I've been looking at ornamental mills for a while, and I think that'll be my next major purchase, but I think what I've been looking at and what you just bought are in two different leagues. I need to sell some yoyos if I'm going to keep up with you! I've been nipping at your heels and kind of following in your footsteps, and you've just made the decision final for me on the new purchase, that's just outstanding work, Ed! I love your style, and if I was going to emulate anyone's career in artistic turning, I think it'd be you! Okay, I need to go clean this stain off my nose now. Maybe if I just run it on the belt sander for a second... []

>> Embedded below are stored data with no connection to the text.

import { takeNumber, takeOptionalNumber } from '../validate/number'
import { finiteResult } from '../validate/result'
import { membersOf, takeChoice, takeList, takeRecord } from '../validate/shape'
import { coverageRule, degreesOfFreedom } from './rules'
import { coverageFactorOf } from './student-t-quantile'

export type Distribution = 'normal' | 'rectangular' | 'triangular'

export interface UncertaintyContribution {
  /** Standard deviation of a normal contribution, half-width of the others; in the unit of what varies, ≥ 0. */
  readonly value: number
  readonly distribution: Distribution
  /** Change of the result for one unit of this contribution; 1 when left out. */
  readonly sensitivity?: number
  /** Degrees of freedom behind `value`; without end when left out. */
  readonly dof?: number
}

export interface CoverageInput { readonly coverage?: number }

export interface CombinedUncertainty {
  readonly standard: number
  /** Real, not cut to a whole number; `null` where it has no end. */
  readonly effectiveDof: number | null
  readonly coverageFactor: number
  readonly expanded: number
  /** All contributions at their ends at once, a normal one at three standard deviations. */
  readonly worstCase: number
}

const distributions: readonly Distribution[] = ['normal', 'rectangular', 'triangular']
/** Standard deviation over half-width. */
const standardShare: Readonly<Record<Distribution, number>> = { normal: 1, rectangular: 1 / Math.sqrt(3), triangular: 1 / Math.sqrt(6) }
const endShare: Readonly<Record<Distribution, number>> = { normal: 3, rectangular: 1, triangular: 1 }

interface Part { readonly standard: number, readonly end: number, readonly dof: number | null }

const takePart = (given: unknown, i: number): Part => {
  const field = `contributions.${i}`
  const members = takeRecord(given, field, `Contribution ${i + 1}`)
  const value = takeNumber(members.value, `${field}.value`, { name: `The size of contribution ${i + 1}`, unit: '', min: 0 })
  const distribution = takeChoice(members.distribution, `${field}.distribution`, `The distribution of contribution ${i + 1}`, distributions)
  const sensitivity = takeOptionalNumber(members.sensitivity, `${field}.sensitivity`, { name: `The sensitivity to contribution ${i + 1}`, unit: '' }, 1)
  const dof = takeOptionalNumber(members.dof, `${field}.dof`, { ...degreesOfFreedom, name: `The number of degrees of freedom of contribution ${i + 1}` }, null)
  const reach = Math.abs(sensitivity) * value
  return { standard: finiteResult(reach * standardShare[distribution], `${field}.value`, value), end: finiteResult(reach * endShare[distribution], `${field}.value`, value), dof }
}

/** ν with (Σu²)²/ν = Σ(u⁴/νᵢ); shares of the whole are taken first, so that no fourth power overflows. */
const welchSatterthwaite = (parts: readonly Part[], standard: number): number | null => {
  if (standard === 0) return null
  let sum = 0
  for (const part of parts) if (part.dof !== null) sum += (part.standard / standard) ** 4 / part.dof
  const dof = 1 / sum
  return Number.isFinite(dof) ? dof : null
}

/**
 * Combined uncertainty of independent contributions: `{ standard, effectiveDof, coverageFactor, expanded, worstCase }`;
 * standard, expanded and worstCase in the unit of the result, the others without unit.
 *
 * u = |c|·σ (normal), |c|·a/√3 (rectangular), |c|·a/√6 (triangular); standard = √Σu²; effectiveDof = standard⁴/Σ(u⁴/ν), not cut to a whole number,
 * `null` where nothing limits it; coverageFactor = Student's t at (1 + coverage)/2 for effectiveDof, the normal value without;
 * expanded = coverageFactor·standard; worstCase = Σ|c|·a, a normal contribution counted at 3σ.
 *
 * Validity: contributions that do not depend on each other, small enough that the result follows them in a straight line.
 * With correlation the result differs, to either side.
 * Source: gum-2008, 5.1.2, 4.3.7, 4.3.9 and G.4 (read)
 *
 * @param contributions one at least, each `{ value, distribution, sensitivity, dof }`: value the standard deviation of a 'normal' one, the half-width a of a
 *   'rectangular' or 'triangular' one, in its own unit, ≥ 0; sensitivity c in units of the result for one of its own, any finite number, 1 when left out;
 *   dof ν ≥ 0.001, without end when left out
 * @param options.coverage share of cases the expanded uncertainty shall cover, without unit, > 0 and < 1, 0.95 when left out
 * @throws CalcError on `contributions`, below it (`contributions.i.value`), or on `coverage`; on `coverage` also where its factor is beyond what a number can hold
 * @example
 * combineUncertainty([{ value: 0.3, distribution: 'normal' }, { value: 0.6, distribution: 'rectangular', sensitivity: 2 }]).standard // → 0.75498344
 * combineUncertainty([{ value: 1, distribution: 'normal', dof: 20 }]) // → { standard: 1, effectiveDof: 20, coverageFactor: 2.08596345, expanded: 2.08596345, worstCase: 3 }
 */
export const combineUncertainty = (contributions: readonly UncertaintyContribution[], options: CoverageInput = {}): CombinedUncertainty => {
  const list = takeList(contributions, 'contributions', 'The list of contributions', 1)
  const parts: Part[] = []
  for (let i = 0; i < list.length; i += 1) parts.push(takePart(list[i], i))
  const coverage = takeOptionalNumber(membersOf(options).coverage, 'coverage', coverageRule, 0.95)

  let largest = 0
  let worst = 0
  for (const { standard, end } of parts) {
    largest = Math.max(largest, standard)
    worst += end
  }
  let squares = 0
  if (largest > 0) for (const part of parts) squares += (part.standard / largest) ** 2
  const standard = finiteResult(largest * Math.sqrt(squares), 'contributions', contributions)
  const effectiveDof = welchSatterthwaite(parts, standard)
  const coverageFactor = finiteResult(coverageFactorOf(coverage, effectiveDof), 'coverage', coverage)
  return {
    standard, effectiveDof, coverageFactor,
    expanded: finiteResult(coverageFactor * standard, 'contributions', contributions),
    worstCase: finiteResult(worst, 'contributions', contributions),
  }
}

I wish we lived closer, I'd love to bring you donuts and coffee in exchange for Saturday apprentice lessons. I could pay in really interesting rotten and wormy wood for up close and personal direction and guidance! Oh yeah, I'm sure you'd love me showing up every weekend at the crack of dawn. Where you live, isn't the crack of dawn like 3:00 a.m. or something? Ok, maybe the crack of noonish.


----------



## PenWorks (Mar 31, 2008)

Good investment ED! You did some dynamite stuff already  All those pieces on your web site are wonderfull.


----------



## YoYoSpin (Mar 31, 2008)

Karl,

You might be interested to know that one of the two guys who make the rose engine lathe I bought lives in Lake Ariel, PA...David Lindow. Here's his email address: dlindow@socantel.net


----------